This retrograde amnesia is uncommon in epilepsy and suggests organic disease. No sign of organic disease was found on neurological examination. The patient had no signs of the epileptic make-up. The serum W. R. was negative. On the whole, Bonhoeffer regards the epilepsy as “reactive” to the syphilis, as a syphilogenic epilepsy.

As to the amnesia, it is of interest that alcohol should long before have been able to cause amnesia in this man in the same way as does now the syphilitic epilepsy.

1. In view of the fact that this Landwehr man appears to have acquired syphilis while on campaign, what is the responsibility of the government for treatment? The Canadian authorities, as stated under Case E, are in doubt whether contraction of venereal disease constitutes negligence on the part of the soldier. It would appear to us that where a government does not take suitable steps to prevent the acquisition of syphilis by the soldiers, the government must assume a measure of responsibility for the syphilis incurred. The government’s responsibility would be still greater in equity, it would appear, if commercial opportunities for the acquisition of syphilis are maintained under more or less close government supervision or (even as has been claimed for certain encampments on our own Mexican border) if shelter for illicit sex relations is afforded within the limits of a military camp. In a certain community, “E,” for example, it is claimed by Exner,[[29]] the district for prostitutes was “situated within the lines of military camps and protected and ‘regulated’ by the military authorities.”

But even if the government has no legal responsibility in this regard, it would be well to consider the ultimate results of the syphilis that will probably be acquired by great numbers of soldiers under campaign conditions. Aside from the ravages of syphilis outside the nervous system, it is well known, as Weygandt intimates for German conditions, that the aftermath of war will be a high proportion of cases of neurosyphilis.

Weygandt remarks in his review of the influence of the war upon psychiatry, that the opportunity for syphilitic infection in the campaign is considerable. In the war of 1870, the conditions in this regard were extremely unfavorable, and writing in 1915, Weygandt remarks that at present there should be a prophylaxis against syphilitic infection by the soldiers, which prophylaxis should be the most energetic possible. Continence on the part of the soldiers and the isolation of infected women, with examination by specialists, have been advocated by Neisser and by Mendel. In the ’80’s a great number of cases of locomotor ataxia developed in Germany, which were due to syphilis acquired by the soldiers and officers in the war of 1870.
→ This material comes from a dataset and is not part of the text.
"""seqgen's language server (`seqgen language-server`, stdio; needs the extra `seqgen[lsp]`: pygls).

`session` (open documents, checks, which files each check read), `diagnostics` (findings -> diagnostics) and
`actions` (code actions) are plain Python; only `server` imports pygls.
"""

INSTALL = "pip install 'seqgen[lsp]'"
Syphilis in a psychopathic subject. Convulsions 5 days after Dixmude. Case from Bonhoeffer, 1915.

Case J.[[30]] A soldier in the reserves, 23, was, subsequently to his being brought to hospital, described by his wife as a rather over-sensitive fellow, who could hardly look at blood and was meticulous about the household. He had always been subject to headaches, especially after hard work. However, he had passed through his military training well in 1910, not even having been bestraft.

He began service in October and fought at Dixmude on the 19th. On the 24th in the trench and while being carried back, he had several spells of pallor, falling stiff, and then having convulsions. Brought finally to the Charité in Berlin, he had more spells of sudden pallor, collapse with brief convulsions, tossings in bed, and absences, post-convulsive headaches, and mild bad humor.

There were numerous attacks several days apart in the first seven weeks. The patient was not of an “epileptic” disposition, though he was rather readily dissatisfied. Headaches also occurred without relation to convulsions.

The serum W. R. was positive. Treatment by mercurial inunctions. No further convulsions. Prognosis as to the possibility of a constitutional epilepsy unknown.